Hi @danielyahn, thanks for posting your questions on here. I'll try to answer them in order
Is it recommended to set
index.refresh_interval to -1, when
It depends (tm).
index.refresh_interval is the setting on Elasticsearch that informs it of how often to refresh the index for searching purposes. Usually this involves closing out the underlying lucene writer for a segment and making it available to the search system. By default, this is at 1 second, and there are some optimizations to make it so that refreshes for indices that aren't searched often are skipped until traffic increases. If you have SLA's around how quickly data that has been indexed is able to be visible for search operations, usually you would set this value to something that would be close to or below that time value. Usually for high rates of ingestion, we suggest that people set this value to be much higher. How much higher? It depends (tm) again. Normally this is tune-and-test territory to find the right amount of time.
es.batch.write.refresh setting is indeed part of ES-Hadoop, and informs the connector of whether or not it should perform a refresh operation after tasks have completed. Often times, if you are tuning the refresh interval for an index, it is advised to disable this setting (
=false) since ES-Hadoop will submit refresh operations to the cluster without regard for the index's refresh interval.
When running Spark job, how often does refresh API get called? Is it per Spark job, stage or task? Or something smaller?
If enabled, ES-Hadoop will perform a refresh operation on all indices it is writing to at the conclusion of the task that is performing the write operation. For Spark, this is usually on the task scale.
Is the refresh API call per index (or per shard)?
The refresh call is per index, and refreshes all shards under it. This makes the refresh operation a bit costly, and thus we suggest turning it off if you are tuning refresh interval at all.
When multiple tasks finish around the same time, is it possible that the code above is calling refresh API multiple times at the same time? Could it cause performance issue on ES side?
This is correct - Since multiple tasks may finish around the same time, it is often the case that multiple refresh operations are fired off in rapid succession. For most batch workflows, this is not a problem since the job has concluded and a refresh is usually appropriate, but for workflows that expect to continue writing after a task completes, this is non optimal. Refreshing too often can cause Elasticsearch to close out write operations with fewer documents, thus incurring a higher IO cost as it writes smaller files to disk.
The default for this setting in ES-Hadoop is more informed by the desire to be easy to start working with, and tunable later. Thus we set it to true by default.
Is there a known performance issue with ES-Hadoop's refresh call when there's a large parallelism?

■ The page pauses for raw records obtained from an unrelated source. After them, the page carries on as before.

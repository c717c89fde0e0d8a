using System.Collections.Immutable;
using System.Globalization;
using LoopShaper.Core.Design;
using Microsoft.Data.Sqlite;

namespace LoopShaper.Library;
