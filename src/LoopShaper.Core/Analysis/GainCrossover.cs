namespace LoopShaper.Core.Analysis;

/// <summary>A frequency where |T| = 1 (0 dB), with the phase margin there (shared/CONVENTIONS.md).</summary>
/// <param name="FrequencyHz">Crossover frequency in Hz.</param>
/// <param name="PhaseDeg">Continuous loop phase at the crossover, degrees.</param>
/// <param name="PhaseMarginDeg">180 + phase, with the continuous phase (never folded): negative when the phase is below -180 degrees.</param>
/// <param name="Falling">True when |T| falls through 0 dB as frequency rises.</param>
public sealed record GainCrossover(double FrequencyHz, double PhaseDeg, double PhaseMarginDeg, bool Falling);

As mentioned above, rapid calls to refresh while indexing is on going incurs higher IO costs as Elasticsearch writes files to make documents available for search. In high paralellism environments, it is suggested to disable automatic refresh in ES-Hadoop, and configure the refresh interval on the index to a reasonable amount of time.
I'm running into the following problem. I'm seeing "Read" timeouts with Flush API calls when ingesting to ES using SPARK with the default setting
es.batch.write.refresh=true And it doesn't seem to relate to tuning Bulk request size because when I set
index.refresh_interval='30s' I don't get the timeout. What's the best practice for configuring refresh when writing a Spark ingest job?
If it is not failing, usually the defaults are fine. If you are noticing a decrease in speed due to higher IO load on Elasticsearch, we suggest tuning the refresh rate and automatic refresh at that point. Clearly, since it is failing due to timeouts, you should for sure disable the ES-Hadoop automatic refresh and rely on the Elasticsearch index refresh rate to perform the refresh operation. This makes even more sense when you are ingesting from Streaming since Spark's streaming architecture is microbatch based. Elasticsearch will be able to better batch up documents for refresh on its own across multiple microbatches compared to receiving constant refresh operations.